Various techniques exist for analyzing electronic content and identifying key passages. Some of these techniques enable users explicitly to identify phrases or passages that they consider to be of importance. For example, eReaders may provide annotation tools that allow a user to highlight or otherwise mark text in an eBook or other electronic content that the user considers to be particularly interesting. There are also techniques that enable users to capture text and multimedia across different modalities. For example, a user may be able to capture text, images, or video from a web page, scanned document, or photograph.
Tools also exist for facilitating the identification of “quote” passages or passages that correspond to quotes that may be attributed to a particular speaker or other source (e.g., book, news publication, media outlet). Other tools track reader behavior by analyzing copy/paste events. These tools may track the portions of an electronic document (e.g., a web page) that a user copies and pastes, such as by highlighting with the cursor of a mouse or other input device and selecting the “copy” and “paste” functions associated with an application or device. Such information may be used by content creators for business intelligence. Moreover, certain implementations of monitoring users' copy/paste behavior may be used for providing attribution of copied/pasted material to its source (e.g., pasted text automatically includes a link or other information attributing it to the source from which it was copied).

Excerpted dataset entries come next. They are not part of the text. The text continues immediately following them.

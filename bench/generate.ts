// Writes long generated WAV recordings block by block, so the benchmark archive never sits in memory.
import { closeSync, mkdirSync, openSync, utimesSync, writeSync, writeFileSync } from 'node:fs';
import { basename, join } from 'node:path';

/** A noise seed from a file's name, so that recordings of one archive differ as a rig's nights do (spectra, stored sizes). */
export function seedOf(path: string): number {
  let h = 12345;
  for (const ch of basename(path)) h = (Math.imul(h, 31) + ch.charCodeAt(0)) & 0x7fffffff;
  return h;
}

/**
 * A 16- or 24-bit PCM WAV of `channels` channels: tones plus a cheap pseudo-random noise, `frames` long. The tones' peak is
 * `level` of full scale; above about 0.95 the converter's extreme codes clip them. The noise's seed follows the file's name.
 */
export function writeLongWav(path: string, { frames, channels = 4, sampleRate = 25600, bits = 16, level = 0.3, seed = seedOf(path) }: { frames: number; channels?: number; sampleRate?: number; bits?: 16 | 24; level?: number; seed?: number }): void {
  const width = bits / 8;
  const dataBytes = frames * channels * width;
  const header = Buffer.alloc(44);
  header.write('RIFF', 0, 'latin1'); header.writeUInt32LE(36 + dataBytes, 4); header.write('WAVEfmt ', 8, 'latin1');
  header.writeUInt32LE(16, 16); header.writeUInt16LE(1, 20); header.writeUInt16LE(channels, 22); header.writeUInt32LE(sampleRate, 24);
  header.writeUInt32LE(sampleRate * channels * width, 28); header.writeUInt16LE(channels * width, 32); header.writeUInt16LE(bits, 34);
  header.write('data', 36, 'latin1'); header.writeUInt32LE(dataBytes, 40);
  const fd = openSync(path, 'w');
  writeSync(fd, header);
  const block = 1 << 16;
  const buf = Buffer.alloc(block * channels * width);
  const full = 2 ** (bits - 1) - 1;
  for (let start = 0; start < frames; start += block) {
    const n = Math.min(block, frames - start);
    for (let i = 0; i < n; i++) {
      const t = (start + i) / sampleRate;
      for (let c = 0; c < channels; c++) {
        seed = (seed * 1103515245 + 12345) & 0x7fffffff;
        const v = level * Math.sin(2 * Math.PI * (50 + 100 * c) * t) + 0.1 * (seed / 0x7fffffff - 0.5);
        buf.writeIntLE(Math.max(-full - 1, Math.min(full, Math.round(v * full))), (i * channels + c) * width, width);
      }
    }
    writeSync(fd, buf, 0, n * channels * width);
  }
  closeSync(fd);
}

/** A recording of the bench archives: its name, length, and optionally its channel count (4), bits (16) and tone level (0.3 of full scale). */
export interface BenchRecording { name: string; frames: number; channels?: number; bits?: 16 | 24; level?: number }

/** An archive folder holding recordings declared as accelerometers (so every feature group applies) and, optionally, a spec.
 *  Recordings with the same channel count share a group, matched by a name prefix `c<channels>-` when counts differ. */
export function makeBenchArchive(dir: string, recordings: BenchRecording[], spec?: string): void {
  mkdirSync(dir, { recursive: true });
  const counts = [...new Set(recordings.map((r) => r.channels ?? 4))];
  const nameOf = (r: BenchRecording) => (counts.length > 1 ? `c${r.channels ?? 4}-${r.name}` : r.name);
  for (const r of recordings) writeLongWav(join(dir, nameOf(r)), { frames: r.frames, channels: r.channels ?? 4, bits: r.bits ?? 16, level: r.level });
  const groups = counts.map((count) => {
    const channels = Array.from({ length: count }, (_, i) => `      - { name: acc${i + 1}, quantity: acceleration, unit: m/s^2, scale: ${BENCH_SCALE} }`).join('\n');
    return `  - name: bench${counts.length > 1 ? count : ''}\n    match: "${counts.length > 1 ? `c${count}-` : ''}*.wav"\n    sample_rate: 25600\n    channels:\n${channels}\n`;
  });
  writeFileSync(join(dir, 'archive.yaml'), `groups:\n${groups.join('')}`);
  if (spec) writeFileSync(join(dir, 'reduction.yaml'), spec);
}

/** Engineering value of full scale in the bench archives, m/s². */
export const BENCH_SCALE = 50;

/** Many tiny recordings in nested night folders (an archive of years), for timing the scan of already reduced archives. */
export function makeManyTinyRecordings(dir: string, count: number): void {
  const perFolder = 500;
  for (let i = 0; i < count; i++) {
    const folder = join(dir, `y${Math.floor(i / 50000)}`, `n${Math.floor(i / perFolder) % 100}`);
    if (i % perFolder === 0) mkdirSync(folder, { recursive: true });
    writeLongWav(join(folder, `c${i}.wav`), { frames: 64, channels: 1, sampleRate: 1000 });
    // Captures spread evenly over the last three years, one every few minutes… the newest today.
    const when = new Date(Date.now() - ((count - 1 - i) / count) * 3 * 365 * 86_400_000);
    utimesSync(join(folder, `c${i}.wav`), when, when);
  }
  writeFileSync(join(dir, 'archive.yaml'), 'groups:\n  - name: tiny\n    match: "**/*.wav"\n');
  writeFileSync(join(dir, 'reduction.yaml'), 'statistics: {}\n');
}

Although the above techniques and solutions are useful in certain applications, each suffers from one or more drawbacks or disadvantages that hinder its suitability for use in other applications. For example, certain known methods of identifying key passages are limited to analyzing literal quotes. Moreover, some solutions are centered on providing analytics to content creators (e.g., publishers, writers) and provide little utility for content users or consumers. For example, methods for analyzing users' copy/paste behavior may provide attribution to a source or provide business intelligence to content creators, but fail to provide useful information to content users or consumers.